Information shown section start

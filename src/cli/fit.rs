//! `photoledger fit FILE --data DATA... [--free KEYS] [--out DIR] [--json] [--starts N] [--seed S] [--scale-errors]`.

use super::output::{out, outln};
use photoledger::Error;
use photoledger::file::data::{self, Experiment};
use photoledger::fit::mechanism::FitOptions;
use photoledger::fit::run;
use photoledger::report::{fit as rf, write_atomic};
use std::path::{Path, PathBuf};

/// Options of `fit`.
#[derive(clap::Args, Debug)]
pub struct FitArgs {
    /// The network file (TOML).
    pub file: PathBuf,
    /// Data: time-course CSV files, or experiments TOML files tying data to conditions (repeatable).
    #[arg(long, required = true, num_args = 1.., value_name = "FILE")]
    pub data: Vec<PathBuf>,
    /// Free parameters as --set keys, comma-separated or repeated (default: the file's [fit] free list).
    #[arg(long, value_delimiter = ',', value_name = "KEYS")]
    pub free: Vec<String>,
    /// Override a value of the file for every experiment (repeatable).
    #[arg(long = "set", value_name = "KEY=VALUE")]
    pub set: Vec<String>,
    /// Output folder (default: NETWORK-fit beside the current folder).
    #[arg(long, value_name = "DIR")]
    pub out: Option<PathBuf>,
    /// Print the JSON result to stdout instead of the table.
    #[arg(long)]
    pub json: bool,
    /// Number of starts: the file's values, then seeded random starts around them.
    #[arg(long, default_value_t = 1)]
    pub starts: usize,
    /// Seed of the random starts.
    #[arg(long, default_value_t = 1)]
    pub seed: u64,
    /// Scale the standard errors by the reduced χ² even when every observation has an sd
    /// (by default given sd are taken as known).
    #[arg(long)]
    pub scale_errors: bool,
}

/// Read every data argument.
pub fn read_data(paths: &[PathBuf]) -> photoledger::Result<Vec<Experiment>> {
    let mut all = Vec::new();
    for p in paths {
        all.extend(data::read(p)?);
    }
    Ok(all)
}

/// A progress bar on stderr when it is a terminal.
pub fn bar(n: usize, what: &str) -> indicatif::ProgressBar {
    use std::io::IsTerminal;
    if !std::io::stderr().is_terminal() {
        return indicatif::ProgressBar::hidden();
    }
    let b = indicatif::ProgressBar::new(n as u64);
    if let Ok(s) = indicatif::ProgressStyle::with_template("{msg} [{bar:30}] {pos}/{len} starts") {
        b.set_style(s);
    }
    b.set_message(what.to_string());
    b
}

/// A fitted network: the file as read, and its fit.
pub type Fitted = (photoledger::file::Loaded, run::Fitted);

/// Load `file` and fit it (a progress bar on a terminal).
pub fn fit_one(
    file: &Path,
    set: &[String],
    free: &[String],
    experiments: &[Experiment],
    opts: &FitOptions,
) -> photoledger::Result<Fitted> {
    let loaded = photoledger::file::load(file)?;
    // The network as given (before any experiment's conditions): its warnings, once, first.
    let args = super::NetworkArgs {
        file: file.to_path_buf(),
        set: set.to_vec(),
    };
    super::print_warnings(&super::build(&loaded, &args)?);
    let base = photoledger::Overrides::parse(set).map_err(Error::Usage)?.pairs();
    let pb = bar(opts.starts.max(1), &file.display().to_string());
    let fitted = run::fit_loaded(&loaded, base, free, experiments, opts, &|| pb.inc(1))?;
    pb.finish_and_clear();
    Ok((loaded, fitted))
}

pub fn run(a: &FitArgs) -> photoledger::Result<()> {
    let experiments = read_data(&a.data)?;
    let opts = FitOptions {
        starts: a.starts.max(1),
        seed: a.seed,
        scale_errors: a.scale_errors,
        ..FitOptions::default()
    };
    let (loaded, fitted) = fit_one(&a.file, &a.set, &a.free, &experiments, &opts)?;
    let run::Fitted {
        result,
        curves,
        predicted,
    } = fitted;
    let stem = a
        .file
        .file_stem()
        .map_or("network".into(), |s| s.to_string_lossy().to_string());
    let out = a.out.clone().unwrap_or_else(|| PathBuf::from(format!("{stem}-fit")));
    let name = a.file.display().to_string();
    let text = rf::fit_text(&name, &result);
    let json = rf::fit_json(&name, &result);
    let rows = rf::rows(&experiments, &predicted);
    let s = &result.solution;
    let fitted = rf::fitted_toml(&loaded.text, &result.free, &s.values, &s.standard_errors)?;
    write_atomic(&out.join("summary.txt"), text.as_bytes())?;
    write_atomic(
        &out.join("fit.json"),
        serde_json::to_string_pretty(&json).unwrap_or_default().as_bytes(),
    )?;
    write_atomic(&out.join("residuals.csv"), rf::residuals_csv(&rows).as_bytes())?;
    let title = format!("{stem}: data and fit");
    write_atomic(
        &out.join("fit.svg"),
        rf::data_svg(&title, &rows, &[(stem.clone(), curves)]).as_bytes(),
    )?;
    write_atomic(
        &out.join("residuals.svg"),
        rf::residuals_svg(&format!("{stem}: weighted residuals"), &rows).as_bytes(),
    )?;
    write_atomic(&out.join(format!("{stem}.fitted.toml")), fitted.as_bytes())?;
    if a.json {
        outln!("{}", serde_json::to_string_pretty(&json).unwrap_or_default())?;
    } else {
        out!("{text}")?;
        outln!(
            "wrote {}/ summary.txt fit.json residuals.csv fit.svg residuals.svg {stem}.fitted.toml",
            out.display()
        )?;
    }
    Ok(())
}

Information shown section end

What you will do
An exact copy of every record is what the answer must contain.

Result of the exercise
filename src/cli/fit.rs
//! `photoledger fit FILE --data DATA... [--free KEYS] [--out DIR] [--json] [--starts N] [--seed S] [--scale-errors]`.

use super::output::{out, outln};
use photoledger::Error;
use photoledger::file::data::{self, Experiment};
use photoledger::fit::mechanism::FitOptions;
use photoledger::fit::run;
use photoledger::report::{fit as rf, write_atomic};
use std::path::{Path, PathBuf};

/// Options of `fit`.
#[derive(clap::Args, Debug)]
pub struct FitArgs {
    /// The network file (TOML).
    pub file: PathBuf,
    /// Data: time-course CSV files, or experiments TOML files tying data to conditions (repeatable).
    #[arg(long, required = true, num_args = 1.., value_name = "FILE")]
    pub data: Vec<PathBuf>,
    /// Free parameters as --set keys, comma-separated or repeated (default: the file's [fit] free list).
    #[arg(long, value_delimiter = ',', value_name = "KEYS")]
    pub free: Vec<String>,
    /// Override a value of the file for every experiment (repeatable).
    #[arg(long = "set", value_name = "KEY=VALUE")]
    pub set: Vec<String>,
    /// Output folder (default: NETWORK-fit beside the current folder).
    #[arg(long, value_name = "DIR")]
    pub out: Option<PathBuf>,
    /// Print the JSON result to stdout instead of the table.
    #[arg(long)]
    pub json: bool,
    /// Number of starts: the file's values, then seeded random starts around them.
    #[arg(long, default_value_t = 1)]
    pub starts: usize,
    /// Seed of the random starts.
    #[arg(long, default_value_t = 1)]
    pub seed: u64,
    /// Scale the standard errors by the reduced χ² even when every observation has an sd
    /// (by default given sd are taken as known).
    #[arg(long)]
    pub scale_errors: bool,
}

/// Read every data argument.
pub fn read_data(paths: &[PathBuf]) -> photoledger::Result<Vec<Experiment>> {
    let mut all = Vec::new();
    for p in paths {
        all.extend(data::read(p)?);
    }
    Ok(all)
}

/// A progress bar on stderr when it is a terminal.
pub fn bar(n: usize, what: &str) -> indicatif::ProgressBar {
    use std::io::IsTerminal;
    if !std::io::stderr().is_terminal() {
        return indicatif::ProgressBar::hidden();
    }
    let b = indicatif::ProgressBar::new(n as u64);
    if let Ok(s) = indicatif::ProgressStyle::with_template("{msg} [{bar:30}] {pos}/{len} starts") {
        b.set_style(s);
    }
    b.set_message(what.to_string());
    b
}

/// A fitted network: the file as read, and its fit.
pub type Fitted = (photoledger::file::Loaded, run::Fitted);

/// Load `file` and fit it (a progress bar on a terminal).
pub fn fit_one(
    file: &Path,
    set: &[String],
    free: &[String],
    experiments: &[Experiment],
    opts: &FitOptions,
) -> photoledger::Result<Fitted> {
    let loaded = photoledger::file::load(file)?;
    // The network as given (before any experiment's conditions): its warnings, once, first.
    let args = super::NetworkArgs {
        file: file.to_path_buf(),
        set: set.to_vec(),
    };
    super::print_warnings(&super::build(&loaded, &args)?);
    let base = photoledger::Overrides::parse(set).map_err(Error::Usage)?.pairs();
    let pb = bar(opts.starts.max(1), &file.display().to_string());
    let fitted = run::fit_loaded(&loaded, base, free, experiments, opts, &|| pb.inc(1))?;
    pb.finish_and_clear();
    Ok((loaded, fitted))
}

pub fn run(a: &FitArgs) -> photoledger::Result<()> {
    let experiments = read_data(&a.data)?;
    let opts = FitOptions {
        starts: a.starts.max(1),
        seed: a.seed,
        scale_errors: a.scale_errors,
        ..FitOptions::default()
    };
    let (loaded, fitted) = fit_one(&a.file, &a.set, &a.free, &experiments, &opts)?;
    let run::Fitted {
        result,
        curves,
        predicted,
    } = fitted;
    let stem = a
        .file
        .file_stem()
        .map_or("network".into(), |s| s.to_string_lossy().to_string());
    let out = a.out.clone().unwrap_or_else(|| PathBuf::from(format!("{stem}-fit")));
    let name = a.file.display().to_string();
    let text = rf::fit_text(&name, &result);
    let json = rf::fit_json(&name, &result);
    let rows = rf::rows(&experiments, &predicted);
    let s = &result.solution;
    let fitted = rf::fitted_toml(&loaded.text, &result.free, &s.values, &s.standard_errors)?;
    write_atomic(&out.join("summary.txt"), text.as_bytes())?;
    write_atomic(
        &out.join("fit.json"),
        serde_json::to_string_pretty(&json).unwrap_or_default().as_bytes(),
    )?;
    write_atomic(&out.join("residuals.csv"), rf::residuals_csv(&rows).as_bytes())?;
    let title = format!("{stem}: data and fit");
    write_atomic(
        &out.join("fit.svg"),
        rf::data_svg(&title, &rows, &[(stem.clone(), curves)]).as_bytes(),
    )?;
    write_atomic(
        &out.join("residuals.svg"),
        rf::residuals_svg(&format!("{stem}: weighted residuals"), &rows).as_bytes(),
    )?;
    write_atomic(&out.join(format!("{stem}.fitted.toml")), fitted.as_bytes())?;
    if a.json {
        outln!("{}", serde_json::to_string_pretty(&json).unwrap_or_default())?;
    } else {
        out!("{text}")?;
        outln!(
            "wrote {}/ summary.txt fit.json residuals.csv fit.svg residuals.svg {stem}.fitted.toml",
            out.display()
        )?;
    }
    Ok(())
}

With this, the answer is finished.